## What you should do
Copy out exactly the lines from the start of the data to the line containing "subdivision grows (an". Include both.

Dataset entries
BEGIN
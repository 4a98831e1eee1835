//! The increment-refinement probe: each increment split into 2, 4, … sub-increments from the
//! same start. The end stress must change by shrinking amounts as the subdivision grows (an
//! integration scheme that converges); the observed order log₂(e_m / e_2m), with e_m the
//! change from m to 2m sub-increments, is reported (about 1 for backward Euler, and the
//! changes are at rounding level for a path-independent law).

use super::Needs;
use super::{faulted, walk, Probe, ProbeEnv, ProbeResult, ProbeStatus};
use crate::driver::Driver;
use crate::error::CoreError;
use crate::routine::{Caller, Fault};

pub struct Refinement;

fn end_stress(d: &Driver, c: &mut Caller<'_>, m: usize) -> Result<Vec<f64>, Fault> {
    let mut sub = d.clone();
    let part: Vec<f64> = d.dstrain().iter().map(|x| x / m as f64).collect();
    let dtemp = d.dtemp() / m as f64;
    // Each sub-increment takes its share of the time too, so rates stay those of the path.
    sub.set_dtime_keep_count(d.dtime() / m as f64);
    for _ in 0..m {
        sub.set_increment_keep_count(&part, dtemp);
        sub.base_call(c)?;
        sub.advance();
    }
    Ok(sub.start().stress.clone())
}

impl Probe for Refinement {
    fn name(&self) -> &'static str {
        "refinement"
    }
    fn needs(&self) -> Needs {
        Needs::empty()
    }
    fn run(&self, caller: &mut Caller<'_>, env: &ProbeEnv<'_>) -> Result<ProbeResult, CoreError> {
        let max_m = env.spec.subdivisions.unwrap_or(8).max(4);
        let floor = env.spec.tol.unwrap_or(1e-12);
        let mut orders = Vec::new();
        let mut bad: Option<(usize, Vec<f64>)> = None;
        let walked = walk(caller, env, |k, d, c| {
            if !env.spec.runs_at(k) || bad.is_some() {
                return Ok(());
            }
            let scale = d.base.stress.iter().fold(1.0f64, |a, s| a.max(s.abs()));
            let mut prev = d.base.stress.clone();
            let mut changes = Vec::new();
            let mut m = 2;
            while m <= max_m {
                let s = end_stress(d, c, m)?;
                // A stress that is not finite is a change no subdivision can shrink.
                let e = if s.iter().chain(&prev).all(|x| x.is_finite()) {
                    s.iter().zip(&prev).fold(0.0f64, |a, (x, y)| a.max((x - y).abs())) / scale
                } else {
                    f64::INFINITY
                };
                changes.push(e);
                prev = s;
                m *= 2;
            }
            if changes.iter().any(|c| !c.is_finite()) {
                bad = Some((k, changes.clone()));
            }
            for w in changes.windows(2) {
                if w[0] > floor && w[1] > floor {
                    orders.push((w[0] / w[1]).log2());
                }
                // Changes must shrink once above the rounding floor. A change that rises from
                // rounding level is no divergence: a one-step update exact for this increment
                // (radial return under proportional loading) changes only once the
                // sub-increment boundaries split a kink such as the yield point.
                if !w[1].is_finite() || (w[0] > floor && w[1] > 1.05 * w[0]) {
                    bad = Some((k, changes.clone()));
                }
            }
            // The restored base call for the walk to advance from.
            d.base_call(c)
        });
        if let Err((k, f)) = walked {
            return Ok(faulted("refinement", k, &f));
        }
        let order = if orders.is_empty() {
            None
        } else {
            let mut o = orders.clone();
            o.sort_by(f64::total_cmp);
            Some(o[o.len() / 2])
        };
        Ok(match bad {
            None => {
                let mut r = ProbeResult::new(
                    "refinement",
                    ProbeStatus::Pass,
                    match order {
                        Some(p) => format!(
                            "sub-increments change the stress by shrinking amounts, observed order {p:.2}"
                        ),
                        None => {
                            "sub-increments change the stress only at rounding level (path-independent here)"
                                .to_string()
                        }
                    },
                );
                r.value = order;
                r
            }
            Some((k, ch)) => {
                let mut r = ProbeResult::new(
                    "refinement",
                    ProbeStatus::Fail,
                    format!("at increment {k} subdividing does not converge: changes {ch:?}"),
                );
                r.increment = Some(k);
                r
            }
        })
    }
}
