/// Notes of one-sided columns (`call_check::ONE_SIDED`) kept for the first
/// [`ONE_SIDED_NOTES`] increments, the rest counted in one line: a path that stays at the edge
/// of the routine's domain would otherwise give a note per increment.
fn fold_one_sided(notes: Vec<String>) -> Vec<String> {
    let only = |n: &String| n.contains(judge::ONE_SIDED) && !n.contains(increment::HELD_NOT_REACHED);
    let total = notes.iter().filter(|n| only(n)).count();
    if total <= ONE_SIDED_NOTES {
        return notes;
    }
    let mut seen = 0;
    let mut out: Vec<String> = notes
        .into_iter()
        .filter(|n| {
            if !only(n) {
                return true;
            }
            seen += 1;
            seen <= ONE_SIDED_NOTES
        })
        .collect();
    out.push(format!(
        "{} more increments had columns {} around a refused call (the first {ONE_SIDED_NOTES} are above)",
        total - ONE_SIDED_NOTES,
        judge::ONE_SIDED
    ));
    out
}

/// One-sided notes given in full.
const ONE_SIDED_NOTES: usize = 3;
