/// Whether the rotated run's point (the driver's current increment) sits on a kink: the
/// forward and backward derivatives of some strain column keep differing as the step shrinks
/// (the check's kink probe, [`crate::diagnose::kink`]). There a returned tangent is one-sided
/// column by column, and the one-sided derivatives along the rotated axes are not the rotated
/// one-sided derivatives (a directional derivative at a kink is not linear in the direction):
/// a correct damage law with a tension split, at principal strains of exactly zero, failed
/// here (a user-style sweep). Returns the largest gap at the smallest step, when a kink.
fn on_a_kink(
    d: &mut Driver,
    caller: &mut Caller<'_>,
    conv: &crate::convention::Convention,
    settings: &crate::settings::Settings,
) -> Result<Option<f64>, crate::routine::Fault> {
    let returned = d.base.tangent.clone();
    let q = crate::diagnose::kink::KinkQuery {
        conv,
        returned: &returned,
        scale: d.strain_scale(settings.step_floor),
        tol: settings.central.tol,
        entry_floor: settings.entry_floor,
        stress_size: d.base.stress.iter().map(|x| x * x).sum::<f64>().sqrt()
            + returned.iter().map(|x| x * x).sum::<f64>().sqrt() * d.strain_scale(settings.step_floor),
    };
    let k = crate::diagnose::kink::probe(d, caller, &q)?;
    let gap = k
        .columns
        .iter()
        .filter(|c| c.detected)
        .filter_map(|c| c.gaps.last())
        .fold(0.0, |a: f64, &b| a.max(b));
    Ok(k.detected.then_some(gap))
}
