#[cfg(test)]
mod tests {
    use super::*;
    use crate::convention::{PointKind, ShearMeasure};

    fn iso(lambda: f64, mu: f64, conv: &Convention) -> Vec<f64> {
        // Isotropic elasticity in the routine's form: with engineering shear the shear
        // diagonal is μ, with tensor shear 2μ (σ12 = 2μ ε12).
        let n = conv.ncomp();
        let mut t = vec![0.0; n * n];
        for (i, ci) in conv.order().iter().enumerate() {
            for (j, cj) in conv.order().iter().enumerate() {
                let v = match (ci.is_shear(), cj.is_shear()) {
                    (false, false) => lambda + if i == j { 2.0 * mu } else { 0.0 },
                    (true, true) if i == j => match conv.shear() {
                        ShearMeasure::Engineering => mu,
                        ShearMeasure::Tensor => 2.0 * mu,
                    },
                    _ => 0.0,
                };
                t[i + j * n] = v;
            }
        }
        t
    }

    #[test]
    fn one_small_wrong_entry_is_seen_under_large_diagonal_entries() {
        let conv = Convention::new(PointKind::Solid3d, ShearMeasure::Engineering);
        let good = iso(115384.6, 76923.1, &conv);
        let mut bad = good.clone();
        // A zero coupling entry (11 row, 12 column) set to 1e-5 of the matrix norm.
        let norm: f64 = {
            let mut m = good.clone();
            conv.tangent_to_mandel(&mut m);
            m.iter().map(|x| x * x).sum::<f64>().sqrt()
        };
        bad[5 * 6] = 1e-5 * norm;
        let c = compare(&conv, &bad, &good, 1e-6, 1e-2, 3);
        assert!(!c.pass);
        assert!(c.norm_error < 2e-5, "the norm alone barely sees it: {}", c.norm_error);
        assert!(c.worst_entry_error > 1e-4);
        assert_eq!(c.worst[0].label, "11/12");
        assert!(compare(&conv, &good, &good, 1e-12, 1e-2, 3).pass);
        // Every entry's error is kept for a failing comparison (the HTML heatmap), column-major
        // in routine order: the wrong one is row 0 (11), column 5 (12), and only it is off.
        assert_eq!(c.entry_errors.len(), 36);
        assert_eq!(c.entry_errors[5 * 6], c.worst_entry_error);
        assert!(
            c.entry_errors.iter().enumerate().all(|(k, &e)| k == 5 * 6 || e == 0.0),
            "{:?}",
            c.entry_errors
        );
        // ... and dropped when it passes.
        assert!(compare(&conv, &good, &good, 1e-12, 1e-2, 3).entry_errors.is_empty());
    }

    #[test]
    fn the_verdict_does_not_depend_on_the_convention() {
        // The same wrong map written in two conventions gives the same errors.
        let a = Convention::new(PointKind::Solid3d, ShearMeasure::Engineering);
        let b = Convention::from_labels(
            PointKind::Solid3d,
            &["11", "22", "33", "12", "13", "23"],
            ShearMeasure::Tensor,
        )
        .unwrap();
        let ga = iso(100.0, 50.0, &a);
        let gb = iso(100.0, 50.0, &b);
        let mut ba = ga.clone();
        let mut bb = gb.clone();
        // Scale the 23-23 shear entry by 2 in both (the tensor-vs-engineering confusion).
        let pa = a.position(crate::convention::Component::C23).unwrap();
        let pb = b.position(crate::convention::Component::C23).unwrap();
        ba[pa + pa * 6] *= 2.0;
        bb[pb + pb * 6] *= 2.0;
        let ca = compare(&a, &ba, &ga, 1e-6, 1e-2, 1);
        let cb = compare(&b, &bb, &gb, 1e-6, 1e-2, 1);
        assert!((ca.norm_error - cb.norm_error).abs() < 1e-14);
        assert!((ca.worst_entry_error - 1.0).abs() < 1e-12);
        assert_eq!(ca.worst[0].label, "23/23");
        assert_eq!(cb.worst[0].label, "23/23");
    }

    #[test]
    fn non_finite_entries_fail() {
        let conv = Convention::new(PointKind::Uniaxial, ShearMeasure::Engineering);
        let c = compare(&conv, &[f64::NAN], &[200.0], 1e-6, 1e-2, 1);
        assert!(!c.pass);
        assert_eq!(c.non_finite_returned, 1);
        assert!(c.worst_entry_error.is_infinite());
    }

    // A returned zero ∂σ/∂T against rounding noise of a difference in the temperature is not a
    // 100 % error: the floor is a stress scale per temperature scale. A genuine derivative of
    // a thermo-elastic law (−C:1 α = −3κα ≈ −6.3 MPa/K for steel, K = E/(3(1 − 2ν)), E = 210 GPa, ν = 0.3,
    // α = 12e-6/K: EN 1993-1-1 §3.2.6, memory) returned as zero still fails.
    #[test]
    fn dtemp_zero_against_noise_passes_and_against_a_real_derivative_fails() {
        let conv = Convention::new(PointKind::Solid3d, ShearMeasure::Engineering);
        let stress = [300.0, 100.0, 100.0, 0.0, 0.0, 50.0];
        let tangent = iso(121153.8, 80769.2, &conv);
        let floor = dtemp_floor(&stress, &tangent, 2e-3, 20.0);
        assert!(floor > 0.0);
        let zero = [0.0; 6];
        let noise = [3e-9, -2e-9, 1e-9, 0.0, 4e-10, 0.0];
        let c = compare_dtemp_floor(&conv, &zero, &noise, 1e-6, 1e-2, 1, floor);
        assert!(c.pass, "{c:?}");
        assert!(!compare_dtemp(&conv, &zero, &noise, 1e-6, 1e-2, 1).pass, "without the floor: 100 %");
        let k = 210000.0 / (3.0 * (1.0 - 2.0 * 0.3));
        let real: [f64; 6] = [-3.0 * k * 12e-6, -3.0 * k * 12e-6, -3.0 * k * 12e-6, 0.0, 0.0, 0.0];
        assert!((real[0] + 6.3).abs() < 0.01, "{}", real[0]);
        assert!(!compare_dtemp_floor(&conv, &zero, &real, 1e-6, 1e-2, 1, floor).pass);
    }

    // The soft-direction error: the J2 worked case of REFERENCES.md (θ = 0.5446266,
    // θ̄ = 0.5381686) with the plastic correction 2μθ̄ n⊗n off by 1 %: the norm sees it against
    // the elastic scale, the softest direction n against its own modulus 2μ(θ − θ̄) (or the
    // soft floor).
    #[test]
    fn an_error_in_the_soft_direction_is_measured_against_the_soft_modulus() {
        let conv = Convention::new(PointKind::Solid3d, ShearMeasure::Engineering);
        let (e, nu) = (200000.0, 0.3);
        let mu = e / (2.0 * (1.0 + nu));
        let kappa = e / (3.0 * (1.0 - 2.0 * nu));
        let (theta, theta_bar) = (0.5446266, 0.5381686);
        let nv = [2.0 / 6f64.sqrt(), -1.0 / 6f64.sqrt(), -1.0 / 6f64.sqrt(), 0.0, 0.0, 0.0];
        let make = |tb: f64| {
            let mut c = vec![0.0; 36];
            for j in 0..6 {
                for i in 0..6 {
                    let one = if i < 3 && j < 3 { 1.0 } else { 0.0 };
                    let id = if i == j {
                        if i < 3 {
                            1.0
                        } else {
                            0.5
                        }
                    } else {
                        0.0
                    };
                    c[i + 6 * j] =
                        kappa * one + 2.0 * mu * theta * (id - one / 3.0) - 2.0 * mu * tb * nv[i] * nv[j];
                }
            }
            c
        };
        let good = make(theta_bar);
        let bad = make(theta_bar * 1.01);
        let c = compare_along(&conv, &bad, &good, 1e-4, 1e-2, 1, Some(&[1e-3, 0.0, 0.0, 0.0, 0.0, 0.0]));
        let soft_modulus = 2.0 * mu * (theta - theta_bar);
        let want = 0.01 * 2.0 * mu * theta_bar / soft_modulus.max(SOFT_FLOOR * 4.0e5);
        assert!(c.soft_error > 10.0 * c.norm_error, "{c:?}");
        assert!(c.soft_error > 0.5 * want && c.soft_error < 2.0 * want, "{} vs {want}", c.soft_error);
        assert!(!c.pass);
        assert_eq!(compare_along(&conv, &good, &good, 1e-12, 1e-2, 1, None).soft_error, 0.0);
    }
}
END
## Response to the exercise
repository 4a98831e1eee1835
//! The increment-refinement probe: each increment split into 2, 4, … sub-increments from the
//! same start. The end stress must change by shrinking amounts as the subdivision grows (an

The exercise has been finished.